━━━━━ GIVEN DATA ━━━━━

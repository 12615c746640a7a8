"""Hot-deck imputation: each gap takes an observed value from a donor case.

Random donor within imputation classes (optionally with probability
proportional to a survey weight), or nearest donor on standardized covariates
within classes; an optional limit on how often one donor is used; and classes
without a donor collapse by a fixed rule: drop the *last* class variable, then
the next-to-last, ..., down to the whole file. Every collapse is logged.

References
----------
Andridge, R. R. and Little, R. J. A. (2010). A review of hot deck imputation
for survey non-response. *International Statistical Review* 78(1), 40–64.
Kalton, G. and Kasprzyk, D. (1986). The treatment of missing survey data.
*Survey Methodology* 12, 1–16.
"""

from __future__ import annotations

from dataclasses import dataclass
from typing import Sequence

import numpy as np
import pandas as pd

from skipwise.errors import Category, Problem, ProblemCode, SkipwiseError
from skipwise.impute.donors import assign_with_limit, draw_nearest, draw_random, group_codes
from skipwise.impute.result import MNAR_CAUTION, ImputationResult, as_float_frame, check_columns

__all__ = ["CollapseRecord", "HotDeckResult", "hotdeck", "make_rng"]


def make_rng(seed: int | np.random.Generator | None) -> np.random.Generator:
    """A numpy Generator from a seed (an existing Generator is used as is)."""
    return seed if isinstance(seed, np.random.Generator) else np.random.default_rng(seed)


@dataclass(frozen=True, kw_only=True)
class CollapseRecord:
    """Recipients of ``item`` served only after their class was coarsened to ``classes``."""

    item: str
    classes: tuple[str, ...]
    n_recipients: int

    def text(self) -> str:
        level = ", ".join(self.classes) if self.classes else "the whole file"
        return f"{self.item}: {self.n_recipients:,} recipient(s) had no donor in their class; drew within {level}"


@dataclass(frozen=True, kw_only=True)
class HotDeckResult(ImputationResult):
    """An :class:`ImputationResult` plus the donors used.

    Attributes
    ----------
    donor
        Per item, the row position of the donor of each filled cell (-1 where not imputed).
    max_uses
        Per item, the largest number of times one donor was used.
    collapses
        The class collapses that were needed, in order.
    rounds
        Per item, the number of draw rounds the donor-use limit needed.
    """

    donor: pd.DataFrame
    max_uses: pd.Series
    collapses: tuple[CollapseRecord, ...] = ()
    rounds: pd.Series | None = None


def hotdeck(data: pd.DataFrame, items: Sequence[str], *, classes: Sequence[str] = (),
            covariates: Sequence[str] | None = None, weights: str | None = None, k: int = 1,
            max_donor_use: int | None = None,
            seed: int | np.random.Generator | None = None) -> HotDeckResult:
    """Fill each item's gaps with values of donors from the same imputation class.

    Each item is treated on its own: its donors are the cases that hold a value.

    Parameters
    ----------
    data
        Survey frame, missing = NaN / NA. Items may have any dtype (values are copied).
    items
        Items to fill.
    classes
        Class variables, most important first (collapsing drops the last first).
        Missing class values form a class of their own.
    covariates
        If given: nearest-neighbour hot-deck on these numeric covariates,
        standardized (mean 0, SD 1 over all cases); a missing covariate value is
        set to the mean (0) for the distance, and noted.
    weights
        Column of survey weights: a random donor is drawn with probability
        proportional to its weight (donors with weight <= 0 or missing never donate).
        Not combined with ``covariates``.
    k
        Nearest-neighbour hot-deck draws one of the ``k`` nearest donors at random.
    max_donor_use
        Largest number of recipients one donor may serve per item (see
        :mod:`skipwise.impute.donors` for the rule).
    seed
        Seed or numpy Generator; the same seed gives the same result.

    Returns
    -------
    HotDeckResult

    References
    ----------
    Andridge, R. R. and Little, R. J. A. (2010). A review of hot deck imputation for survey
    non-response. *International Statistical Review* 78(1), 40–64.
    """
    rng = make_rng(seed)
    items, classes = list(items), list(classes)
    check_columns(data, items)
    check_columns(data, classes, role="class")
    problems: list[Problem] = []
    if covariates is not None and weights is not None:
        problems.append(Problem(code=ProblemCode.BAD_VALUE, category=Category.USAGE,
                                message="weighted donor draws and nearest-neighbour donors cannot be combined",
                                hint="give either covariates or weights"))
    if max_donor_use is not None and max_donor_use < 1:
        problems.append(Problem(code=ProblemCode.BAD_VALUE, category=Category.USAGE,
                                message=f"max_donor_use must be at least 1, got {max_donor_use}"))
    if k < 1:
        problems.append(Problem(code=ProblemCode.BAD_VALUE, category=Category.USAGE,
                                message=f"k must be at least 1, got {k}"))
    if problems:
        raise SkipwiseError(problems)
    n = len(data)
    notes: list[str] = []
    z = None
    if covariates is not None:
        covariates = list(covariates)
        check_columns(data, covariates, numeric=True, role="covariate")
        x = as_float_frame(data, covariates)
        sd = np.nanstd(x, axis=0)
        z = (x - np.nanmean(x, axis=0)) / np.where(sd > 0, sd, 1.0)
        n_nan = int(np.isnan(z).any(axis=1).sum())
        if n_nan:
            notes.append(f"{n_nan:,} case(s) with a missing covariate were placed at its mean for the distance")
        z = np.nan_to_num(z, nan=0.0)
    w = None
    if weights is not None:
        check_columns(data, [weights], numeric=True, role="weight")
        w = data[weights].astype("float64").to_numpy()
        w = np.where(np.isfinite(w) & (w > 0), w, 0.0)
    class_arrays = [data[c].to_numpy() for c in classes]
    level_codes = [group_codes(class_arrays[: len(classes) - lvl], n) for lvl in range(len(classes) + 1)]

    imputed = data.loc[:, items].isna()
    out = data.copy()
    donor_frame = pd.DataFrame(-1, index=data.index, columns=items, dtype="int64")
    collapses: list[CollapseRecord] = []
    max_uses, rounds_used, unfilled = {}, {}, {}
    for item in items:
        miss = imputed[item].to_numpy()
        rec = np.flatnonzero(miss)
        donors = np.flatnonzero(~miss & (w > 0)) if w is not None else np.flatnonzero(~miss)
        uses = np.zeros(n, dtype=np.int64)
        chosen = np.full(rec.size, -1, dtype=np.int64)
        todo = np.arange(rec.size)
        total_rounds = 0
        for lvl, codes in enumerate(level_codes):
            if not todo.size:
                break
            rows = rec[todo]
            rc = codes[rows]
            if z is None:
                def draw(sub: np.ndarray, pool: np.ndarray, rc=rc) -> np.ndarray:
                    return draw_random(rc[sub], pool, codes, w, rng)
            else:
                def draw(sub: np.ndarray, pool: np.ndarray, rc=rc, rows=rows) -> np.ndarray:
                    return draw_nearest(rows[sub], rc[sub], pool, codes, z, k, rng)
            got, r = assign_with_limit(todo.size, donors, draw, max_donor_use, uses, rng)
            total_rounds += r
            chosen[todo] = got
            served = got >= 0
            if lvl > 0 and served.any():
                collapses.append(CollapseRecord(item=item, classes=tuple(classes[: len(classes) - lvl]),
                                                n_recipients=int(served.sum())))
            todo = todo[~served]
        ok = chosen >= 0
        take = np.arange(n)
        take[rec[ok]] = chosen[ok]
        out[item] = pd.Series(data[item].take(take).array, index=data.index)
        donor_frame.iloc[rec[ok], donor_frame.columns.get_loc(item)] = chosen[ok]
        left = rec[~ok]
        if left.size:
            imputed.iloc[left, imputed.columns.get_loc(item)] = False
        unfilled[item] = int(left.size)
        max_uses[item] = int(uses.max(initial=0))
        rounds_used[item] = total_rounds
    notes.append(("nearest-neighbour" if z is not None else "random") + " donor hot-deck"
                 + (f" within classes of {', '.join(classes)}" if classes else "")
                 + (f", donor probability proportional to '{weights}'" if weights else "")
                 + (f", each donor used at most {max_donor_use} time(s) per item" if max_donor_use else ""))
    notes += [c.text() for c in collapses]
    notes += [f"{it}: {m:,} gap(s) left: no donor anywhere" for it, m in unfilled.items() if m]
    return HotDeckResult(
        data=out, imputed=imputed, method="nearest" if z is not None else "hotdeck",
        unfilled=pd.Series(unfilled, dtype="int64"), notes=tuple(notes), cautions=(MNAR_CAUTION,),
        donor=donor_frame, max_uses=pd.Series(max_uses, dtype="int64"), collapses=tuple(collapses),
        rounds=pd.Series(rounds_used, dtype="int64"),
    )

━━━━━

→ **TASK**
Looking through the data above, copy out each line in which the string "message" occurs.

→ **EXPECTED ANSWER**
                                message="weighted donor draws and nearest-neighbour donors cannot be combined",
                                message=f"max_donor_use must be at least 1, got {max_donor_use}"))
                                message=f"k must be at least 1, got {k}"))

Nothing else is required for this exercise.